The Nigerian Electricity Regulatory Commission (NERC) has issued a definitive mandate to power distribution companies (Discos) to swiftly complete the migration of all Standard Transfer Specification (STS) meters for their clientele. This directive was revealed during the Q4 Nigeria Electricity Supply Industry (NESI) Stakeholders Meeting, as shared on the commission’s official social media platform. To emphasize the importance of compliance, NERC warned that any Disco failing to fulfill this directive by January 2025 would face daily penalties, the specifics of which have not been disclosed. This decision underscores NERC’s commitment to ensuring uninterrupted power supply and service reliability within the Nigerian electricity sector.

In a broader context, the NERC’s directive is part of an ongoing effort to modernize the electricity metering landscape in Nigeria, which has long been plagued by outdated infrastructure and inefficiencies. The commission has reiterated the obligation of Discos to replace all obsolete or faulty meters without imposing any charges on customers. This is in alignment with the recently introduced Customer Protection Regulation 2023, which safeguards consumers against being billed for the replacement of malfunctioning or outdated metering systems, as well as the unauthorized transition to estimated billing practices.

The urgency of the situation becomes clear in light of reports indicating that approximately three million electricity customers could soon find themselves subjected to estimated billing or experiencing service interruptions due to non-compliance with the meter upgrade mandates. A consumer advocacy group has estimated that nearly half of the over 5.99 million metered customers in Nigeria might be adversely affected by government policy changes regarding the migration to STS meters. This potential fallout has raised significant concerns, especially as customers express their frustration over the implications of being forcibly switched to estimated billing.

Compounding the situation, some distribution companies, particularly in Lagos, have announced plans to phase out Unistar meters by November 14, 2024, citing issues related to the Token Identifier rollover. In this case, customers were instructed to pay for the migration to new meters, prompting significant backlash from affected users who find themselves in an untenable position. This controversy highlights the wider issue within the Nigerian electricity market regarding the management of consumer expectations and rights, particularly in terms of meter upgrades and replacements.
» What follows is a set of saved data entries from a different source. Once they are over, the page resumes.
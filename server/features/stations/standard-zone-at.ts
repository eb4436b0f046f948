import { zoneOffset } from '#engine/clock/zone-offset.ts';
import type { StationZone } from '#engine/weather-files/read-options.ts';
import { knownZone } from './known-zone.ts';

/** Winter and summer of one year; the smaller offset is that of standard time in either hemisphere. */
const MOMENTS_MS = [Date.UTC(2024, 0, 1), Date.UTC(2024, 6, 1)] as const;
const MINUTES_PER_HOUR = 60;

/** The zone of a position with its standard offset, for files in UTC that name none. */
export function standardZoneAt(latitude: number, longitude: number): StationZone | null {
  const zone = knownZone(latitude, longitude);
  if (zone === null) return null;
  const offsetMin = Math.min(...MOMENTS_MS.map(zoneOffset(zone)));
  return { zone, utcOffsetH: offsetMin / MINUTES_PER_HOUR };
}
Interestingly, the producers of Unistar meters have countered claims of obsolescence, asserting that their devices, which employ card meter technology, are fully upgradeable and compatible with the emerging STS meter technology. This assertion raises questions about the motivations behind the Discos’ decision to phase them out, thereby placing the issue of meter compatibility and consumer responsibility at the forefront of the dialogue. The situation has garnered attention from regulatory bodies, such as the Federal Competition and Consumer Protection Commission, which has urged distribution companies to suspend the replacement of Unistar prepaid meters until further assessments can be conducted.

In conclusion, the NERC’s directive and the current issues surrounding meter upgrades reflect the intricate dynamics of Nigeria’s power supply sector. As the regulatory framework continues to evolve, the balance between modernization efforts and consumer protection will be critical. Stakeholders, including Discos, manufacturers, and consumers, must navigate these changes to ensure a fair and equitable transition that prioritizes continuous service delivery, safeguarding the rights and interests of all parties involved in the energy supply chain.